___ PROVIDED DATA ___

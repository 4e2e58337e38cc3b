import express, { type NextFunction, type Request, type Response, Router } from 'express';
import { timingSafeEqual } from 'node:crypto';
import { createSession, expireSession } from './checkout';
import type { Context } from './context';
import { expanded } from './expand';
import { once } from './idempotency';
import { newId } from './ids';
import { Params } from './params';
import { createRefund } from './refunds';
import { list, RESOURCES, retrieve } from './resources';
import { ServiceError } from './service-error';

/** The routes the SDK calls. */
export function apiRoutes(context: Context): Router {
  const router = Router();
  router.use((request, response, next) => {
    response.set('request-id', newId('req'));
    requireKey(request, context.settings.secretKey);
    next();
  });
  router.use(express.urlencoded({ extended: true, limit: '256kb' }));
  addReads(router, context);
  addWrites(router, context);
  router.use((request) => {
    throw new ServiceError(404, `Unrecognized request URL (${request.method}: ${request.originalUrl}).`);
  });
  router.use(answerError);
  return router;
}

function addReads(router: Router, context: Context): void {
  for (const resource of RESOURCES) {
    router.get(
      `/${resource.path}`,
      ({ query }, response) => void response.json(list(context, resource, query)),
    );
    router.get(`/${resource.path}/:id`, ({ params, query }, response) => {
      response.json(retrieve(context, resource, params.id, query));
    });
  }
}

function addWrites(router: Router, context: Context): void {
  const write = (path: string, act: (params: Params, id: string) => object) =>
    router.post(path, (request, response) => {
      const { body, replayed } = once(context.store, keyed(request), () =>
        expanded(context.store, act(new Params(request.body), String(request.params.id)), expandOf(request)),
      );
      context.store.save();
      if (replayed) response.set('idempotent-replayed', 'true');
      response.json(body);
    });
  write('/checkout/sessions', (params) => createSession(context, params));
  write('/checkout/sessions/:id/expire', (_params, id) => expireSession(context, id));
  write('/refunds', (params) => createRefund(context, params));
}

const keyed = (request: Request<{ id?: string }, unknown, unknown>) => ({
  key: request.get('idempotency-key'),
  path: request.path,
  body: request.body,
});

const expandOf = (request: Request<{ id?: string }, unknown, unknown>) => ({
  expand: new Params(request.body).texts('expand'),
});

function requireKey(request: Request, secretKey: string): void {
  const given = Buffer.from(request.get('authorization') ?? '');
  const wanted = Buffer.from(`Bearer ${secretKey}`);
  if (given.length === wanted.length && timingSafeEqual(given, wanted)) return;
  throw new ServiceError(401, 'The API key is missing or not the right one.');
}

export function answerError(error: unknown, _request: Request, response: Response, next: NextFunction): void {
  if (response.headersSent) return next(error);
  const known = error instanceof ServiceError ? error : translated(error);
  response.status(known.status).json(known.body());
}

/** Errors of the body parser carry their own 4xx; anything else is a fault of ours and is printed. */
function translated(error: unknown): ServiceError {
  const status = error instanceof Error && 'status' in error ? error.status : undefined;
  if (status === 413) return new ServiceError(413, 'The request is too large.');
  if (typeof status === 'number' && status < 500)
    return new ServiceError(400, 'The request could not be read.');
  process.stderr.write(`${error instanceof Error ? error.stack : String(error)}\n`);
  return new ServiceError(500, 'The stand-in failed.', {}, 'api_error');
}
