package nearworld.engine.assessment;

import static org.assertj.core.api.Assertions.assertThat;
import static org.assertj.core.api.Assertions.within;

import nearworld.engine.Inputs;
import nearworld.engine.assessment.AssessmentResult.ConditionShift;
import nearworld.engine.assessment.AssessmentResult.WorldResult;
import nearworld.oracle.Oracles;
import org.junit.jupiter.params.ParameterizedTest;
import org.junit.jupiter.params.provider.CsvSource;
import tools.jackson.databind.JsonNode;
import tools.jackson.databind.json.JsonMapper;

/**
 * The worked cases of living persons, {@code oracles/worked}: results of an independent program that enumerates every state
 * of the model. Tolerances are those of section 10 of the model; those of the other headline numbers follow from them.
 */
class WorkedCasesTest {
    private static final double POSTERIOR = 1e-9;
    private static final double SURVIVAL = 1e-7;
    private static final double EXPECTATION_YEARS = 1e-5;
    /** 1e-7 of survival over a density of at least 1% a year where quarters and halves have died. */
    private static final double QUANTILE_YEARS = 1e-5;
    /** ln S(n) to 1e-7 over ln S0(n) of at least 0.1 in size in these cases. */
    private static final double RATIO = 1e-6;
    /** 1000/n times the same, n at least 10 years. */
    private static final double PER_MILLE = 1e-5;

    @ParameterizedTest
    @CsvSource({"1, 1", "2, 1", "4, 2"})
    void agreeWithTheEnumeration(int caseNumber, int packNumber) {
        JsonNode expected =
                JsonMapper.builder().build().readTree(Oracles.text("worked/case-" + caseNumber + ".expected.json"));

        AssessmentResult result = Inputs.result(
                Oracles.text("worked/table.csv"),
                Oracles.text("worked/pack-" + packNumber + ".yaml"),
                Oracles.text("worked/case-" + caseNumber + ".json"));

        assertThat(result.age()).isEqualTo(expected.get("age").doubleValue(), within(1e-12));
        assertThat(result.logEvidence()).isEqualTo(expected.get("logEvidence").doubleValue(), within(POSTERIOR));
        conditions(result, expected.get("conditions"));
        assertThat(result.worlds()).hasSameSizeAs(expected.get("worlds"));
        for (int w = 0; w < result.worlds().size(); w++) {
            world(result.worlds().get(w), expected.get("worlds").get(w));
        }
    }

    private static void conditions(AssessmentResult result, JsonNode expected) {
        assertThat(result.conditions()).hasSameSizeAs(expected);
        for (int i = 0; i < expected.size(); i++) {
            ConditionShift shift = result.conditions().get(i);
            assertThat(shift.id()).isEqualTo(expected.get(i).get("id").asString());
            assertThat(shift.prior())
                    .as(shift.id())
                    .isEqualTo(expected.get(i).get("prior").doubleValue(), within(POSTERIOR));
            assertThat(shift.posterior())
                    .as(shift.id())
                    .isEqualTo(expected.get(i).get("posterior").doubleValue(), within(POSTERIOR));
        }
    }

    private static void world(WorldResult world, JsonNode expected) {
        assertThat(world.id()).isEqualTo(expected.get("id").asString());
        number(world.id(), "expectation", world.expectation(), expected.get("expectation"), EXPECTATION_YEARS);
        number(world.id(), "median", world.median(), expected.get("median"), QUANTILE_YEARS);
        JsonNode quartiles = expected.get("quartiles");
        number(world.id(), "lower quartile", world.lowerQuartile(), quartiles.get(0), QUANTILE_YEARS);
        number(world.id(), "upper quartile", world.upperQuartile(), quartiles.get(1), QUANTILE_YEARS);
        number(world.id(), "ratio", world.mortalityRatio(), expected.get("mortalityRatio"), RATIO);
        number(world.id(), "extra", world.extraPerMille(), expected.get("extraPerMille"), PER_MILLE);
        if (expected.has("aliveToday")) {
            Double alive = world.aliveToday();
            assertThat(alive).as(world.id()).isNotNull();
            number(world.id(), "alive today", alive, expected.get("aliveToday"), POSTERIOR);
        }
        JsonNode survival = expected.get("survival");
        // Beyond the table's end nobody is left, whether a list says so or stops.
        for (int y = 0; y < Math.max(survival.size(), world.survival().size()); y++) {
            double years = y < world.survival().size() ? world.survival().get(y) : 0;
            double all = y < survival.size() ? survival.get(y).doubleValue() : 0;
            assertThat(years).as("%s: survival of %d years", world.id(), y + 1).isEqualTo(all, within(SURVIVAL));
        }
    }

    private static void number(String world, String what, double actual, JsonNode expected, double tolerance) {
        assertThat(actual).as("%s: %s", world, what).isEqualTo(expected.doubleValue(), within(tolerance));
    }
}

___

WHAT TO PRODUCE »
Write the records out again. Each one must match exactly.

ANSWER FOR THE TASK »
repository 4e2e58337e38cc3b
import express, { type NextFunction, type Request, type Response, Router } from 'express';
import { timingSafeEqual } from 'node:crypto';
import { createSession, expireSession } from './checkout';
import type { Context } from './context';
import { expanded } from './expand';
import { once } from './idempotency';
import { newId } from './ids';
import { Params } from './params';
import { createRefund } from './refunds';
import { list, RESOURCES, retrieve } from './resources';
import { ServiceError } from './service-error';

/** The routes the SDK calls. */
export function apiRoutes(context: Context): Router {
  const router = Router();
  router.use((request, response, next) => {
    response.set('request-id', newId('req'));
    requireKey(request, context.settings.secretKey);
    next();
  });
  router.use(express.urlencoded({ extended: true, limit: '256kb' }));
  addReads(router, context);
  addWrites(router, context);
  router.use((request) => {
    throw new ServiceError(404, `Unrecognized request URL (${request.method}: ${request.originalUrl}).`);
  });
  router.use(answerError);
  return router;
}

function addReads(router: Router, context: Context): void {
  for (const resource of RESOURCES) {
    router.get(
      `/${resource.path}`,
      ({ query }, response) => void response.json(list(context, resource, query)),
    );
    router.get(`/${resource.path}/:id`, ({ params, query }, response) => {
      response.json(retrieve(context, resource, params.id, query));
    });
  }
}

function addWrites(router: Router, context: Context): void {
  const write = (path: string, act: (params: Params, id: string) => object) =>
    router.post(path, (request, response) => {
      const { body, replayed } = once(context.store, keyed(request), () =>
        expanded(context.store, act(new Params(request.body), String(request.params.id)), expandOf(request)),
      );
      context.store.save();
      if (replayed) response.set('idempotent-replayed', 'true');
      response.json(body);
    });
  write('/checkout/sessions', (params) => createSession(context, params));
  write('/checkout/sessions/:id/expire', (_params, id) => expireSession(context, id));
  write('/refunds', (params) => createRefund(context, params));
}

const keyed = (request: Request<{ id?: string }, unknown, unknown>) => ({
  key: request.get('idempotency-key'),
  path: request.path,
  body: request.body,
});

const expandOf = (request: Request<{ id?: string }, unknown, unknown>) => ({
  expand: new Params(request.body).texts('expand'),
});

function requireKey(request: Request, secretKey: string): void {
  const given = Buffer.from(request.get('authorization') ?? '');
  const wanted = Buffer.from(`Bearer ${secretKey}`);
  if (given.length === wanted.length && timingSafeEqual(given, wanted)) return;
  throw new ServiceError(401, 'The API key is missing or not the right one.');
}

export function answerError(error: unknown, _request: Request, response: Response, next: NextFunction): void {
  if (response.headersSent) return next(error);
  const known = error instanceof ServiceError ? error : translated(error);
  response.status(known.status).json(known.body());
}

/** Errors of the body parser carry their own 4xx; anything else is a fault of ours and is printed. */
function translated(error: unknown): ServiceError {
  const status = error instanceof Error && 'status' in error ? error.status : undefined;
  if (status === 413) return new ServiceError(413, 'The request is too large.');
  if (typeof status === 'number' && status < 500)
    return new ServiceError(400, 'The request could not be read.');
  process.stderr.write(`${error instanceof Error ? error.stack : String(error)}\n`);
  return new ServiceError(500, 'The stand-in failed.', {}, 'api_error');
}
package nearworld.engine.assessment;

import static org.assertj.core.api.Assertions.assertThat;
import static org.assertj.core.api.Assertions.within;

import nearworld.engine.Inputs;
import nearworld.engine.assessment.AssessmentResult.ConditionShift;
import nearworld.engine.assessment.AssessmentResult.WorldResult;
import nearworld.oracle.Oracles;
import org.junit.jupiter.params.ParameterizedTest;
import org.junit.jupiter.params.provider.CsvSource;
import tools.jackson.databind.JsonNode;
import tools.jackson.databind.json.JsonMapper;

/**
 * The worked cases of living persons, {@code oracles/worked}: results of an independent program that enumerates every state
 * of the model. Tolerances are those of section 10 of the model; those of the other headline numbers follow from them.
 */
class WorkedCasesTest {
    private static final double POSTERIOR = 1e-9;
    private static final double SURVIVAL = 1e-7;
    private static final double EXPECTATION_YEARS = 1e-5;
    /** 1e-7 of survival over a density of at least 1% a year where quarters and halves have died. */
    private static final double QUANTILE_YEARS = 1e-5;
    /** ln S(n) to 1e-7 over ln S0(n) of at least 0.1 in size in these cases. */
    private static final double RATIO = 1e-6;
    /** 1000/n times the same, n at least 10 years. */
    private static final double PER_MILLE = 1e-5;

    @ParameterizedTest
    @CsvSource({"1, 1", "2, 1", "4, 2"})
    void agreeWithTheEnumeration(int caseNumber, int packNumber) {
        JsonNode expected =
                JsonMapper.builder().build().readTree(Oracles.text("worked/case-" + caseNumber + ".expected.json"));

        AssessmentResult result = Inputs.result(
                Oracles.text("worked/table.csv"),
                Oracles.text("worked/pack-" + packNumber + ".yaml"),
                Oracles.text("worked/case-" + caseNumber + ".json"));

        assertThat(result.age()).isEqualTo(expected.get("age").doubleValue(), within(1e-12));
        assertThat(result.logEvidence()).isEqualTo(expected.get("logEvidence").doubleValue(), within(POSTERIOR));
        conditions(result, expected.get("conditions"));
        assertThat(result.worlds()).hasSameSizeAs(expected.get("worlds"));
        for (int w = 0; w < result.worlds().size(); w++) {
            world(result.worlds().get(w), expected.get("worlds").get(w));
        }
    }

    private static void conditions(AssessmentResult result, JsonNode expected) {
        assertThat(result.conditions()).hasSameSizeAs(expected);
        for (int i = 0; i < expected.size(); i++) {
            ConditionShift shift = result.conditions().get(i);
            assertThat(shift.id()).isEqualTo(expected.get(i).get("id").asString());
            assertThat(shift.prior())
                    .as(shift.id())
                    .isEqualTo(expected.get(i).get("prior").doubleValue(), within(POSTERIOR));
            assertThat(shift.posterior())
                    .as(shift.id())
                    .isEqualTo(expected.get(i).get("posterior").doubleValue(), within(POSTERIOR));
        }
    }

    private static void world(WorldResult world, JsonNode expected) {
        assertThat(world.id()).isEqualTo(expected.get("id").asString());
        number(world.id(), "expectation", world.expectation(), expected.get("expectation"), EXPECTATION_YEARS);
        number(world.id(), "median", world.median(), expected.get("median"), QUANTILE_YEARS);
        JsonNode quartiles = expected.get("quartiles");
        number(world.id(), "lower quartile", world.lowerQuartile(), quartiles.get(0), QUANTILE_YEARS);
        number(world.id(), "upper quartile", world.upperQuartile(), quartiles.get(1), QUANTILE_YEARS);
        number(world.id(), "ratio", world.mortalityRatio(), expected.get("mortalityRatio"), RATIO);
        number(world.id(), "extra", world.extraPerMille(), expected.get("extraPerMille"), PER_MILLE);
        if (expected.has("aliveToday")) {
            Double alive = world.aliveToday();
            assertThat(alive).as(world.id()).isNotNull();
            number(world.id(), "alive today", alive, expected.get("aliveToday"), POSTERIOR);
        }
        JsonNode survival = expected.get("survival");
        // Beyond the table's end nobody is left, whether a list says so or stops.
        for (int y = 0; y < Math.max(survival.size(), world.survival().size()); y++) {
            double years = y < world.survival().size() ? world.survival().get(y) : 0;
            double all = y < survival.size() ? survival.get(y).doubleValue() : 0;
            assertThat(years).as("%s: survival of %d years", world.id(), y + 1).isEqualTo(all, within(SURVIVAL));
        }
    }

    private static void number(String world, String what, double actual, JsonNode expected, double tolerance) {
        assertThat(actual).as("%s: %s", world, what).isEqualTo(expected.doubleValue(), within(tolerance));
    }
}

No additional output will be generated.